Le COSS et Rune m'interpelle pas mal par rapport à ce système mais j'aurais préféré Hong Kong en zone géographique plutôt que Singapour qui est plutot connu pour être une cité État où les moyens répressifs sont importants. Le cas HSBC est particulier en ce sens qu'ils ont cette politique affirmée de blanchiment jusqu'au sommet de leur État puis maintenant avec les implications de l'état Chinois via la banque de Shanghai je crois.

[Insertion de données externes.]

package server

import (
	"context"
	"errors"
	"google.golang.org/grpc/status"
	"io"
	"math"
	"testing"
	"time"

	"google.golang.org/grpc/codes"
	"google.golang.org/protobuf/proto"
	"google.golang.org/protobuf/types/known/fieldmaskpb"

	"github.com/nightloom/nightloom/constraints"
	nightloomv1 "github.com/nightloom/nightloom/proto/nightloom/v1"
)

// Happy paths of every RPC, and the behaviour their .proto comments state.

func TestSiteService(t *testing.T) {
	e := newEnv(t, "")
	ctx := e.admin()
	in := testSite()
	in.PressureHpa, in.TemperatureC, in.ZenithSkyBrightnessVMagArcsec2, in.SolarAvoidanceDeg = nil, nil, nil, nil
	cs, err := e.sites.CreateSite(ctx, &nightloomv1.CreateSiteRequest{Site: in})
	if err != nil {
		t.Fatal(err)
	}
	s := cs.GetSite()
	if s.GetId() == "" || s.GetCreateTime() == nil || s.GetUpdateTime() == nil {
		t.Fatalf("created site lacks id or times: %v", s)
	}
	// Defaults of site.proto. ISA pressure at 900 m: 1013.25 (1 -
	// 2.25577e-5 * 900)^5.25588 = 909.70 hPa (the formula of site.proto,
	// evaluated independently with python3; the US Standard Atmosphere
	// 1976 table gives 909.7 hPa at 900 m, from memory).
	if p := s.GetPressureHpa(); math.Abs(p-909.70) > 0.01 {
		t.Errorf("default pressure %v hPa, want 909.70 (ISA at 900 m)", p)
	}
	if s.GetTemperatureC() != 10 || s.GetZenithSkyBrightnessVMagArcsec2() != 21.6 || s.GetSolarAvoidanceDeg() != 15 {
		t.Errorf("defaults: temperature %v, zenith %v, solar avoidance %v; want 10, 21.6, 15",
			s.GetTemperatureC(), s.GetZenithSkyBrightnessVMagArcsec2(), s.GetSolarAvoidanceDeg())
	}
	g, err := e.sites.GetSite(as(RoleViewer, e), &nightloomv1.GetSiteRequest{SiteId: s.GetId()})
	if err != nil || !proto.Equal(g.GetSite(), s) {
		t.Fatalf("GetSite = %v, %v; want %v", g.GetSite(), err, s)
	}
	_, err = e.sites.GetSite(ctx, &nightloomv1.GetSiteRequest{SiteId: "site-nonesuch"})
	wantCode(t, err, codes.NotFound, "GetSite of an unknown id")

	// Paging: 5 sites in pages of 2.
	for i := 0; i < 4; i++ {
		if _, err := e.sites.CreateSite(ctx, &nightloomv1.CreateSiteRequest{Site: testSite()}); err != nil {
			t.Fatal(err)
		}
	}
	var all []string
	tok := ""
	for pages := 0; ; pages++ {
		l, err := e.sites.ListSites(ctx, &nightloomv1.ListSitesRequest{PageSize: 2, PageToken: tok})
		if err != nil {
			t.Fatal(err)
		}
		if len(l.GetSites()) > 2 {
			t.Fatalf("page of %d sites, asked for 2", len(l.GetSites()))
		}
		for _, x := range l.GetSites() {
			all = append(all, x.GetId())
		}
		if tok = l.GetNextPageToken(); tok == "" {
			break
		}
		if pages > 5 {
			t.Fatal("paging does not end")
		}
	}
	if len(all) != 5 || all[0] != s.GetId() {
		t.Fatalf("listed %v, want 5 sites starting with %s", all, s.GetId())
	}

	// Update with a mask: name and one nested field; the rest stays.
	upd := &nightloomv1.Site{Id: s.GetId(), Name: "Hollowmere Ridge (east dome)", LatitudeDeg: -80,
		Mount: &nightloomv1.Mount{Settle: dur(9 * time.Second)}}
	u, err := e.sites.UpdateSite(ctx, &nightloomv1.UpdateSiteRequest{Site: upd,
		UpdateMask: &fieldmaskpb.FieldMask{Paths: []string{"name", "mount.settle"}}})
	if err != nil {
		t.Fatal(err)
	}
	got := u.GetSite()
	if got.GetName() != upd.GetName() || got.GetMount().GetSettle().AsDuration() != 9*time.Second ||
		got.GetLatitudeDeg() != s.GetLatitudeDeg() || got.GetMount().GetPrimaryAxis().GetRateDegPerS() != 4 {
		t.Errorf("after masked update: %v", got)
	}
	if !got.GetUpdateTime().AsTime().After(s.GetUpdateTime().AsTime()) && !got.GetUpdateTime().AsTime().Equal(s.GetUpdateTime().AsTime()) {
		t.Errorf("update time went back")
	}
	// An empty mask replaces every writable field.
	full := testSite()
	full.Id, full.Name, full.Horizon = s.GetId(), "Hollowmere Ridge (rebuilt)", nil
	u, err = e.sites.UpdateSite(ctx, &nightloomv1.UpdateSiteRequest{Site: full})
	if err != nil {
		t.Fatal(err)
	}
	if len(u.GetSite().GetHorizon()) != 0 || u.GetSite().GetName() != full.GetName() || !u.GetSite().GetCreateTime().AsTime().Equal(s.GetCreateTime().AsTime()) {
		t.Errorf("after full update: %v", u.GetSite())
	}

	// Delete: refused while blocks refer to the site, unless forced.
	tg, err := e.targets.CreateTarget(ctx, &nightloomv1.CreateTargetRequest{Target: testFixed("Thimbleweed Nebula", 101.5, 18.2)})
	if err != nil {
		t.Fatal(err)
	}
	if _, err := e.queue.QueueBlocks(ctx, &nightloomv1.QueueBlocksRequest{Blocks: []*nightloomv1.Block{
		testBlock(s.GetId(), tg.GetTarget().GetId(), "L", 10, 5)}}); err != nil {
		t.Fatal(err)
	}
	_, err = e.sites.DeleteSite(ctx, &nightloomv1.DeleteSiteRequest{SiteId: s.GetId()})
	wantCode(t, err, codes.FailedPrecondition, "DeleteSite with blocks")
	if _, err := e.sites.DeleteSite(ctx, &nightloomv1.DeleteSiteRequest{SiteId: s.GetId(), Force: true}); err != nil {
		t.Fatalf("forced DeleteSite: %v", err)
	}
	_, err = e.sites.GetSite(ctx, &nightloomv1.GetSiteRequest{SiteId: s.GetId()})
	wantCode(t, err, codes.NotFound, "GetSite after delete")
	lb, err := e.queue.ListBlocks(ctx, &nightloomv1.ListBlocksRequest{SiteId: s.GetId()})
	if err != nil || len(lb.GetBlocks()) != 0 {
		t.Errorf("blocks of the deleted site: %v, %v", lb.GetBlocks(), err)
	}
	_, err = e.sites.DeleteSite(ctx, &nightloomv1.DeleteSiteRequest{SiteId: s.GetId()})
	wantCode(t, err, codes.NotFound, "DeleteSite twice")
}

Puis leur gestion des crises est hallucinante : " on a fait de notre mieux, on va tâcher d'améliorer nos procédures". Tout ça pour 4mrds d'amende ?
L'arsenal repressif n'est pas du tout en accord avec une véritable politique de répression des fraudes.
Outre les conditions socioculturelles mises en avant (trop à mon goût dans notre système pour justifier, excuser et atténuer plutôt que comprendre pour améliorer le système et proteger suivants mais punir le criminel justement et rendre honneur à tous ceux qui dans le même milieu n'ont pas cédé à la tentation facile de la violence, du vol etc), il y a le côté adrénaline du crime, ce côté "cool". Il suffit de discuter avec des tagueurs de nuit / employés de bureau modèles le jour. De la même manière que c'est ce qui pousse un motard à lâcher les gaz dans une ligne droite alors que c'est 80.
L'Etat a de toute façon un intérêt pécuniaire à laisser les cryptos se développer pour ensuite exploiter les richesses produites (ce n'est pas choquant puisque l'Etat et les collectivités dépensent des Mrds pour éduquer, instruire, équiper notre territoire et population qui développera ensuite ces outils).